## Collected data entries
====================

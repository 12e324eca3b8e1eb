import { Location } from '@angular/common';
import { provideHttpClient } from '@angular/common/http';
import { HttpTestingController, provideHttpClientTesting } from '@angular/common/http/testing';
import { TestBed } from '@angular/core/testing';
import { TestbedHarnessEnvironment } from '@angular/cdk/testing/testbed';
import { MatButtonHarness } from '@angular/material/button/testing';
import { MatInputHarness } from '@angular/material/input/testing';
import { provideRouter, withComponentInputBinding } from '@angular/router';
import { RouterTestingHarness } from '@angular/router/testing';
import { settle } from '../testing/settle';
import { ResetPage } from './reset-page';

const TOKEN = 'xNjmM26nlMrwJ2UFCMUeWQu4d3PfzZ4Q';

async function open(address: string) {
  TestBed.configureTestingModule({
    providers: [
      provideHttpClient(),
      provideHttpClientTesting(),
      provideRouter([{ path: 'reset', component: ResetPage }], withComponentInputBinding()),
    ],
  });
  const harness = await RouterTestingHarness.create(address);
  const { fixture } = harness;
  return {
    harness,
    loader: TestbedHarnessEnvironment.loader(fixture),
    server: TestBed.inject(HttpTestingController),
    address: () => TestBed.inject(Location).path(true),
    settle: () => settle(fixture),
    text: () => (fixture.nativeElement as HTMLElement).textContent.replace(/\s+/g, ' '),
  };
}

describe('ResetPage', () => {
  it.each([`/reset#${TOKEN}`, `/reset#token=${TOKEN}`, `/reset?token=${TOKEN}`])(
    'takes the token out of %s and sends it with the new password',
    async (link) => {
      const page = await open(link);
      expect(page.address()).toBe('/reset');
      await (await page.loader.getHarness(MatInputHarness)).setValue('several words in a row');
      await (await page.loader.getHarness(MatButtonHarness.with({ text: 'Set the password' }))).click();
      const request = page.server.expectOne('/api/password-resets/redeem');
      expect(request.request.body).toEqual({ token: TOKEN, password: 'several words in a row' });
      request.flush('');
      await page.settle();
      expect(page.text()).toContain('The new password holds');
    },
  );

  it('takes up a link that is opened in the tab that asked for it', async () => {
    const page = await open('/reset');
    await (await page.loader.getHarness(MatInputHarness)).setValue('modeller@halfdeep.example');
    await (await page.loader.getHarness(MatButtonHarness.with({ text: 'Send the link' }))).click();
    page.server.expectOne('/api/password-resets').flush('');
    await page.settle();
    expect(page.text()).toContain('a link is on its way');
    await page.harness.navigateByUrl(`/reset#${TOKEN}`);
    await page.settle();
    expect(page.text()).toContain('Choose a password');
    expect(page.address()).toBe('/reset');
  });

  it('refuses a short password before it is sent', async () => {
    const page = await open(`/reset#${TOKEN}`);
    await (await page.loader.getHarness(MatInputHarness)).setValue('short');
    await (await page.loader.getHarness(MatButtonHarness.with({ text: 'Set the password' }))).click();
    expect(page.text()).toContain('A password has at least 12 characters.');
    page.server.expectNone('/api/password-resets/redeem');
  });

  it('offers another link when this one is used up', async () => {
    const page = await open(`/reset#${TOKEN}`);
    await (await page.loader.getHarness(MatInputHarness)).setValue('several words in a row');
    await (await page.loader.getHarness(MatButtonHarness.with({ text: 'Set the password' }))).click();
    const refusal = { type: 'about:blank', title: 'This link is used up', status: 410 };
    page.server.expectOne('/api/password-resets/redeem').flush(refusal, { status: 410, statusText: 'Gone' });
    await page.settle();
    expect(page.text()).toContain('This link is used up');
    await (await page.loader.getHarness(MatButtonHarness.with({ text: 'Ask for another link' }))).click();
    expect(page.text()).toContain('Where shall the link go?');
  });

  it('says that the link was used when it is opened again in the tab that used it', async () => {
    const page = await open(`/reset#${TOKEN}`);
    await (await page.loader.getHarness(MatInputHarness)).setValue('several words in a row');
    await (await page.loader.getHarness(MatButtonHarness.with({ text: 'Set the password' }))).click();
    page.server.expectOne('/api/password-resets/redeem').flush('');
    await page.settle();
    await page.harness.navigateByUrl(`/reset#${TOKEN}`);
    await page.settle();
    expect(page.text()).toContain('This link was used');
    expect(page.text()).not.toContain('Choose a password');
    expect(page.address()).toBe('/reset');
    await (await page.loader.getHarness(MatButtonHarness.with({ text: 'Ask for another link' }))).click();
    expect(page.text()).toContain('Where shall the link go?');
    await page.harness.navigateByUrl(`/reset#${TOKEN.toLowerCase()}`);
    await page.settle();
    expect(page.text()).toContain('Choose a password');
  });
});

====================

## How to complete this task
Each line of the entries where the string "several" occurs should be shown.

## Exercise response
      await (await page.loader.getHarness(MatInputHarness)).setValue('several words in a row');
      expect(request.request.body).toEqual({ token: TOKEN, password: 'several words in a row' });
    await (await page.loader.getHarness(MatInputHarness)).setValue('several words in a row');
    await (await page.loader.getHarness(MatInputHarness)).setValue('several words in a row');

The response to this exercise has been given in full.